Your goal → Range to reproduce from the entries below: the line with "x in c.determinacy])", the line with "state in both", and every line in between. Give them exactly and give nothing else.
Start of Block
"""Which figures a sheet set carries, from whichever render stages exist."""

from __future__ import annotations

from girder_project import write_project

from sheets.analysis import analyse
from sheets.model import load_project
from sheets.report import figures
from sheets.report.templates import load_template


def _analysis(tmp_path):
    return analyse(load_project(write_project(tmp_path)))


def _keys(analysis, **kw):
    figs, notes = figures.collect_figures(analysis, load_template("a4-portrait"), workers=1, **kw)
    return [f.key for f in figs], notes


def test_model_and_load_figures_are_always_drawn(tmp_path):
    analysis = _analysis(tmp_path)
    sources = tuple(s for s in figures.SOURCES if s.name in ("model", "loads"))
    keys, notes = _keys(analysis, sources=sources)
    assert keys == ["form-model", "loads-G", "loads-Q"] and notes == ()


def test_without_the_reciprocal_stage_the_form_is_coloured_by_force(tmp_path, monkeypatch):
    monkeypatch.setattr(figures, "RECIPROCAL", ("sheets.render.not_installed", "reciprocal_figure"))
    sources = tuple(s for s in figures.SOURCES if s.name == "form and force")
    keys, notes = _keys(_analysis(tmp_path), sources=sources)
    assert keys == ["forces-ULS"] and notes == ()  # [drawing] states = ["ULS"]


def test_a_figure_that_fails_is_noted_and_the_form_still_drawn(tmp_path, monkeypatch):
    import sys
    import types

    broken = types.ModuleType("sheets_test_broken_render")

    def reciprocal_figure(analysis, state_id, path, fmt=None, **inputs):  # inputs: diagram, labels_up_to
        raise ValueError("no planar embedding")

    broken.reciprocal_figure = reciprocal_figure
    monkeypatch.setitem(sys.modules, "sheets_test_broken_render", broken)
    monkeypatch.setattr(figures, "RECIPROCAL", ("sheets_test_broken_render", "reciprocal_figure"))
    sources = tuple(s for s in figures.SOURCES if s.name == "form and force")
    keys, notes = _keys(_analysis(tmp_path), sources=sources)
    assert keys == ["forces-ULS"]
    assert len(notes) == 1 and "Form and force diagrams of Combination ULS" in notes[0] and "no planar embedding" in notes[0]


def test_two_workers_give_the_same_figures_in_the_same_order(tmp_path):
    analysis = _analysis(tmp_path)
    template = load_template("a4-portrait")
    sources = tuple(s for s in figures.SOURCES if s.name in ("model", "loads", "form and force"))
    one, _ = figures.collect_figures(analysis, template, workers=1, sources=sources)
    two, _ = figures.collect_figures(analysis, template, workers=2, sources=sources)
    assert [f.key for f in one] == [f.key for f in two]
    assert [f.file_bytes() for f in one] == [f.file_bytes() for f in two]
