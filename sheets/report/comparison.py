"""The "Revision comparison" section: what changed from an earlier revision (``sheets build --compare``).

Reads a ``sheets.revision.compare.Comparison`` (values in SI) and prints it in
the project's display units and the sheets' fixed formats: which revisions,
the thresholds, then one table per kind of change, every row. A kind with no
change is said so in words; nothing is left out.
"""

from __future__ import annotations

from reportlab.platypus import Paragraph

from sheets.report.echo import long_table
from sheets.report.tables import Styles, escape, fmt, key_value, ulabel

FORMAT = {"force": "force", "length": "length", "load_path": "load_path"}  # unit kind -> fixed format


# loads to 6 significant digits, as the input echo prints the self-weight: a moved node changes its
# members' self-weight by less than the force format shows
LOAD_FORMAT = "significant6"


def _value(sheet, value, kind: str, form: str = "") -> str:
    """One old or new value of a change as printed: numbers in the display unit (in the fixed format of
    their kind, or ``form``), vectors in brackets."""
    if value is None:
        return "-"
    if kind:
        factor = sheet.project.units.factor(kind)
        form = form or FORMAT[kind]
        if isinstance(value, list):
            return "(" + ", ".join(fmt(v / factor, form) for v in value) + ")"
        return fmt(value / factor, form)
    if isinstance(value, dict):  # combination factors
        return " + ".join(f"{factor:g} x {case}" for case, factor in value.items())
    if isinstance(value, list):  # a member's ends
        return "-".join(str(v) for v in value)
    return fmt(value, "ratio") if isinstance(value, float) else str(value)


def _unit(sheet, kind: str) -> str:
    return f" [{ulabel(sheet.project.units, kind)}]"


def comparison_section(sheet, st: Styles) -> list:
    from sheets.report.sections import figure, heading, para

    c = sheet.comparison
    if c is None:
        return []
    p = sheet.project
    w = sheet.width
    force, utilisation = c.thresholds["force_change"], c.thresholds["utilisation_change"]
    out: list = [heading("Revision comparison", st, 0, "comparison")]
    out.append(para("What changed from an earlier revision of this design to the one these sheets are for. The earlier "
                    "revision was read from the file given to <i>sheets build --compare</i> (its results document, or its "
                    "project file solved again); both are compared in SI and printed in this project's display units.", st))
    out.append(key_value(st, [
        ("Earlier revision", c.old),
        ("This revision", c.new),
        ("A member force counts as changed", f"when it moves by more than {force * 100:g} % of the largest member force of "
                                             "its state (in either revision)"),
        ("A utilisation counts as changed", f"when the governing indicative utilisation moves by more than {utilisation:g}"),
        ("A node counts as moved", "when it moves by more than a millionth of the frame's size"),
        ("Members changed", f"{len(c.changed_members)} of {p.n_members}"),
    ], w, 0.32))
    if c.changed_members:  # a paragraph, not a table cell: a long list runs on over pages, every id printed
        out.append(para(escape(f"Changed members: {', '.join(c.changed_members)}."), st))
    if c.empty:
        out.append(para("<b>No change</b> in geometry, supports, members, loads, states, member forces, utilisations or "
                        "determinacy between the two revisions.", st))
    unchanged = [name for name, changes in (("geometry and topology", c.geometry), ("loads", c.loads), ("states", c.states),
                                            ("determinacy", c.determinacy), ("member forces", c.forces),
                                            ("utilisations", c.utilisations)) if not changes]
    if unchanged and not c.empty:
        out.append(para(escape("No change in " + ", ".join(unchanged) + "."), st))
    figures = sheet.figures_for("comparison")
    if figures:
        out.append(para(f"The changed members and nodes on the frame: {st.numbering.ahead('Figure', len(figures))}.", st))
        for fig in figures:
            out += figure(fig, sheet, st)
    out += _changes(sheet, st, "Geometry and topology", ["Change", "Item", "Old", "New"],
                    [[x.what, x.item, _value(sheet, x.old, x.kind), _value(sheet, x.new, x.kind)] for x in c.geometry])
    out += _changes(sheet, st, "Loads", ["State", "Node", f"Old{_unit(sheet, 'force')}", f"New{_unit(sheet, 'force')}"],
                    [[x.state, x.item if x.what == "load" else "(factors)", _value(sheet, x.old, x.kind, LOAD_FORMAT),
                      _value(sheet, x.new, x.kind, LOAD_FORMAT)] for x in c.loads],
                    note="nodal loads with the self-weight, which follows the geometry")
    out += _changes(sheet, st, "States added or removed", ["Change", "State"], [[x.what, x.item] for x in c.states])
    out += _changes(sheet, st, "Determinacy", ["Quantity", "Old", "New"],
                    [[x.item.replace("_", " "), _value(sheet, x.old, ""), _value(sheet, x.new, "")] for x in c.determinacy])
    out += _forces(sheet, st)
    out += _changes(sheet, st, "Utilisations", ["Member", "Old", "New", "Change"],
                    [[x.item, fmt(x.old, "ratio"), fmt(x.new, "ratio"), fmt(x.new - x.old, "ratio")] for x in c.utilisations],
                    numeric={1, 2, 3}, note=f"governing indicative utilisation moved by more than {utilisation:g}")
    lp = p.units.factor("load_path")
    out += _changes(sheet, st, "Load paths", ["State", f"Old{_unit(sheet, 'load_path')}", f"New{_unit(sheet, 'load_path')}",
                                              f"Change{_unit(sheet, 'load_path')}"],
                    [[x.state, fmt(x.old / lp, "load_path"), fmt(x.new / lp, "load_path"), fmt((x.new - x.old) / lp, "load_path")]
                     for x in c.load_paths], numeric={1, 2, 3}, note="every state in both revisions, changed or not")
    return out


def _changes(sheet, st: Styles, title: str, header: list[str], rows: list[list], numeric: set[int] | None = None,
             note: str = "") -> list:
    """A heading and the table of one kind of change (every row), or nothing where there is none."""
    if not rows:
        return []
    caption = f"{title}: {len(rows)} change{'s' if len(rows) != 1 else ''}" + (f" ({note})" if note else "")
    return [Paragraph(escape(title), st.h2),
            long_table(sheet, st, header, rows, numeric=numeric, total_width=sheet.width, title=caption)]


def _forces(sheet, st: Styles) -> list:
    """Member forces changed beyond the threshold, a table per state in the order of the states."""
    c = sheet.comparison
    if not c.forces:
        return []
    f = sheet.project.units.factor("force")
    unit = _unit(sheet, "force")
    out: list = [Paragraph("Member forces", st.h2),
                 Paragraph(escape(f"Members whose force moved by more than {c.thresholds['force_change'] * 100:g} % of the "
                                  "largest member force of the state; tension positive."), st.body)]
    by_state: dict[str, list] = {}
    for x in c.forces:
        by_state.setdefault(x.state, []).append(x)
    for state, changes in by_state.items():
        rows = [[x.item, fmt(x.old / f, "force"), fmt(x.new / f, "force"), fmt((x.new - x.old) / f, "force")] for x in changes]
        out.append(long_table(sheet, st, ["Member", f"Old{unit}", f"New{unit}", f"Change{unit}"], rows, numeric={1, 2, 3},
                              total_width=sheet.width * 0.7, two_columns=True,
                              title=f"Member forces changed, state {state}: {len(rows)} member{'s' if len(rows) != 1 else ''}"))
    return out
End of Block
Response to the task →
                    [[x.item.replace("_", " "), _value(sheet, x.old, ""), _value(sheet, x.new, "")] for x in c.determinacy])
    out += _forces(sheet, st)
    out += _changes(sheet, st, "Utilisations", ["Member", "Old", "New", "Change"],
                    [[x.item, fmt(x.old, "ratio"), fmt(x.new, "ratio"), fmt(x.new - x.old, "ratio")] for x in c.utilisations],
                    numeric={1, 2, 3}, note=f"governing indicative utilisation moved by more than {utilisation:g}")
    lp = p.units.factor("load_path")
    out += _changes(sheet, st, "Load paths", ["State", f"Old{_unit(sheet, 'load_path')}", f"New{_unit(sheet, 'load_path')}",
                                              f"Change{_unit(sheet, 'load_path')}"],
                    [[x.state, fmt(x.old / lp, "load_path"), fmt(x.new / lp, "load_path"), fmt((x.new - x.old) / lp, "load_path")]
                     for x in c.load_paths], numeric={1, 2, 3}, note="every state in both revisions, changed or not")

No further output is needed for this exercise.